Tell us what’s happening:
Hi,

I am at an endpoint. I am not sure what is broken or why. This is the error that I get. Please let me know how to fix this. I feel like I’m close but still far away.
raceback (most recent call last):
File “/opt/virtualenvs/python3/lib/python3.8/site-packages/pandas/core/ops/array_ops.py”, line 143, in na_arithmetic_op
result = expressions.evaluate(op, left, right)
File “/opt/virtualenvs/python3/lib/python3.8/site-packages/pandas/core/computation/expressions.py”, line 233, in evaluate
return _evaluate(op, op_str, a, b) # type: ignore
File “/opt/virtualenvs/python3/lib/python3.8/site-packages/pandas/core/computation/expressions.py”, line 68, in _evaluate_standard
return op(a, b)
TypeError: unsupported operand type(s) for /: ‘str’ and ‘str’

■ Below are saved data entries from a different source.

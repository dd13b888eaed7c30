import type { Access } from '../../../utils/access/roles'
import type { CylinderView } from '../../../utils/custody/cylinderView'
import type { CylinderState } from '../../../utils/custody/state'
import { view } from '../../../utils/custody/view'
import type { Database } from '../database/database'
import { directory } from '../directory/directory'
import type { Standing } from './caches'
import { viewContext } from './foldContext'
import { saidByOthers } from './saidByOthers'

/** Who asks, when, and of which refrigerant where nothing is in the cylinder. */
export interface Asking { access: Access | null, nowMs: number, askedRefrigerant?: string | null }

/**
 * What is to be said of cylinders today, in the order asked; ids without a cylinder are left out.
 *
 * @param known how some of them stand, which then are not read.
 */
export async function cylinderViews(db: Database, ids: readonly string[], asking: Asking, known: ReadonlyMap<string, Standing> = new Map()): Promise<CylinderView[]> {
  const unknown = ids.filter(id => !known.has(id))
  const [from, said, states] = await Promise.all([directory(db), saidByOthers(db, unknown), cylinderStates(db, unknown)])
  return ids.flatMap((id) => {
    const read = states.get(id)
    const standing = known.get(id) ?? (read && { state: read, said: said(id) })
    return standing ? [view(standing.state, viewContext(from, { ...asking, saidByOthers: standing.said }))] : []
  })
}

/** The view of one cylinder; null where there is none. */
export async function cylinderView(db: Database, id: string, asking: Asking): Promise<CylinderView | null> {
  return (await cylinderViews(db, [id], asking))[0] ?? null
}

/** The cached states of cylinders by id. */
export async function cylinderStates(db: Database, ids: readonly string[]): Promise<Map<string, CylinderState>> {
  if (ids.length === 0) return new Map()
  const result = await db.readClient.execute({
    sql: `SELECT id, state FROM cylinders WHERE id IN (${ids.map(() => '?').join(', ')})`,
    args: [...ids],
  })
  return new Map(result.rows.map(row => [row[0] as string, JSON.parse(row[1] as string) as CylinderState]))
}
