import type { InValue } from '@libsql/client'
import type { CylinderRow, FleetAnswer, FleetQuery } from '../../../utils/contract/custody'
import type { Database } from '../database/database'
import { directory } from '../directory/directory'
import { foreignCursor } from '../http/cursor'
import { fleetFilter, type FleetFilter } from './fleetFilter'
import { dateBounds, type DateBounds } from './dateBounds'
import { listedRows, rowColumns, type ListedRow } from './listedRows'

/** What the list sorts by, as SQL; each gives a value that is never null, so that a cursor can stand on it. */
const SORT_SQL: Record<FleetQuery['sort'], (bounds: DateBounds) => { sql: string, args: InValue[] }> = {
  'urgency': urgency,
  'code': () => plain(`coalesce(c.label_code, '~')`),
  'serial': () => plain(`coalesce(c.serial, '~')`),
  'refrigerant': () => plain(`coalesce(c.refrigerant, '~')`),
  'net': () => plain('coalesce(c.net_grams, -1)'),
  'room': () => plain('coalesce(c.room_grams, -1000000000)'),
  'due': () => plain(`coalesce(c.due_month, '9999-99')`),
  'place': () => plain(`coalesce(p.name, '~')`),
  'last-event': () => plain('coalesce(c.last_event_at, 0)'),
}

/** The fleet, filtered and sorted by the cache of the fold and today's date. Errors: 400 for a cursor that is none of ours. */
export async function fleet(db: Database, query: FleetQuery, nowMs: number): Promise<FleetAnswer> {
  const from = await directory(db)
  const bounds = dateBounds(from, nowMs)
  const filter = fleetFilter(query, bounds)
  const sort = SORT_SQL[query.sort](bounds)
  const down = query.order === 'desc'
  const after = cursorOf(query.cursor)
  const seek = after ? `AND (${sort.sql}, c.id) ${down ? '<' : '>'} (?, ?)` : ''
  const columns = rowColumns(from, nowMs)
  const [page, count] = await db.readClient.batch([
    {
      sql: `SELECT ${columns.sql}, ${sort.sql} AS sort_value
        FROM cylinders c LEFT JOIN places p ON p.id = c.place_id
        WHERE ${filter.sql} ${seek}
        ORDER BY sort_value ${down ? 'DESC' : 'ASC'}, c.id ${down ? 'DESC' : 'ASC'} LIMIT ?`,
      args: [...columns.args, ...sort.args, ...filter.args, ...(after ? [...sort.args, after.value, after.id] : []), query.limit + 1],
    },
    { sql: `SELECT count(*) FROM cylinders c LEFT JOIN places p ON p.id = c.place_id WHERE ${filter.sql}`, args: filter.args },
  ], 'read')
  const rows = page?.rows ?? []
  const shown = rows.slice(0, query.limit)
  const last = shown.at(-1)
  return {
    items: (await listedRows(db, shown, from, nowMs)).map(({ row }) => row),
    nextCursor: rows.length > query.limit && last ? cursorText(last['sort_value'] as InValue, last['id'] as string) : null,
    total: count?.rows[0]?.[0] as number,
  }
}

/** Rows of the fleet by id, with the version of each. */
export async function cylinderRows(db: Database, ids: readonly string[], nowMs: number): Promise<Map<string, ListedRow>> {
  if (ids.length === 0) return new Map()
  const from = await directory(db)
  const columns = rowColumns(from, nowMs)
  const result = await db.readClient.execute({
    sql: `SELECT ${columns.sql} FROM cylinders c WHERE c.id IN (${ids.map(() => '?').join(', ')})`,
    args: [...columns.args, ...ids],
  })
  return new Map((await listedRows(db, result.rows, from, nowMs)).map(listed => [listed.row.id, listed]))
}

/** Rows of the fleet that a filter lets through, at most `limit`, in the order of their ids. */
export async function cylinderRowsWhere(db: Database, filter: FleetFilter, limit: number, nowMs: number): Promise<CylinderRow[]> {
  const from = await directory(db)
  const columns = rowColumns(from, nowMs)
  const result = await db.readClient.execute({
    sql: `SELECT ${columns.sql} FROM cylinders c LEFT JOIN places p ON p.id = c.place_id WHERE ${filter.sql} ORDER BY c.id LIMIT ?`,
    args: [...columns.args, ...filter.args, limit],
  })
  return (await listedRows(db, result.rows, from, nowMs)).map(({ row }) => row)
}

function plain(sql: string) {
  return { sql, args: [] }
}

/** 0 a stop, 1 a caution, 2 no number known, 3 nothing to do: by the same dates as a row's worst finding. */
function urgency(bounds: DateBounds) {
  return {
    sql: `(CASE WHEN c.severity = 2 OR (c.retest_state = 'dated' AND c.due_month < ? AND c.nothing_in_it = 1 AND ${IN_USE}) THEN 0
      WHEN c.severity = 1 OR (c.retest_state = 'dated' AND c.due_month <= ? AND ${IN_USE}) OR (c.last_seen_at < ? AND c.lifecycle NOT IN ('missing', 'at-reclaim', 'at-test', 'condemned', 'retired')) THEN 1
      WHEN c.net_grams IS NULL THEN 2 ELSE 3 END)`,
    args: [bounds.thisMonth, bounds.lastSoonMonth, bounds.notSeenBefore] as InValue[],
  }
}

const IN_USE = `c.lifecycle NOT IN ('condemned', 'retired')`

function cursorText(value: InValue, id: string): string {
  return Buffer.from(JSON.stringify([value, id])).toString('base64url')
}

function cursorOf(text: string | undefined): { value: InValue, id: string } | null {
  if (text === undefined) return null
  const parts = parsed(Buffer.from(text, 'base64url').toString('utf8'))
  if (!Array.isArray(parts) || parts.length !== 2) throw foreignCursor()
  const [value, id] = parts as unknown[]
  if (!(typeof value === 'string' || Number.isFinite(value)) || typeof id !== 'string') throw foreignCursor()
  return { value: value as InValue, id }
}

function parsed(json: string): unknown {
  try {
    return JSON.parse(json)
  }
  catch {
    return null
  }
}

During handling of the above exception, another exception occurred:

Traceback (most recent call last):
File “main.py”, line 6, in
demographic_data_analyzer.calculate_demographic_data()
File “/home/runner/boilerplate-demographic-data-analyzer/demographic_data_analyzer.py”, line 38, in calculate_demographic_data
highest_earning_country_percentage = (highest_earning_country / df.groupby(‘native-country’).max()) * 100
File “/opt/virtualenvs/python3/lib/python3.8/site-packages/pandas/core/ops/init.py”, line 651, in f
new_data = self._combine_frame(other, na_op, fill_value)
File “/opt/virtualenvs/python3/lib/python3.8/site-packages/pandas/core/frame.py”, line 5870, in _combine_frame
new_data = ops.dispatch_to_series(self, other, _arith_op)
File “/opt/virtualenvs/python3/lib/python3.8/site-packages/pandas/core/ops/init.py”, line 275, in dispatch_to_series
bm = left._mgr.operate_blockwise(right._mgr, array_op)
File “/opt/virtualenvs/python3/lib/python3.8/site-packages/pandas/core/internals/managers.py”, line 364, in operate_blockwise
return operate_blockwise(self, other, array_op)
File “/opt/virtualenvs/python3/lib/python3.8/site-packages/pandas/core/internals/ops.py”, line 38, in operate_blockwise
res_values = array_op(lvals, rvals)
File “/opt/virtualenvs/python3/lib/python3.8/site-packages/pandas/core/ops/array_ops.py”, line 190, in arithmetic_op
res_values = na_arithmetic_op(lvalues, rvalues, op)
File “/opt/virtualenvs/python3/lib/python3.8/site-packages/pandas/core/ops/array_ops.py”, line 150, in na_arithmetic_op
result = masked_arith_op(left, right, op)
File “/opt/virtualenvs/python3/lib/python3.8/site-packages/pandas/core/ops/array_ops.py”, line 92, in masked_arith_op
result[mask] = op(xrav[mask], yrav[mask])
TypeError: unsupported operand type(s) for /: ‘str’ and ‘str’

Your code so far

        import pandas as pd


def calculate_demographic_data(print_data=True):
    # Read data from file
    df = pd.read_csv('adult.data.csv')

    # How many of each race are represented in this dataset? This should be a Pandas series with race names as the index labels.
    race_count = df.groupby('race')['race'].count()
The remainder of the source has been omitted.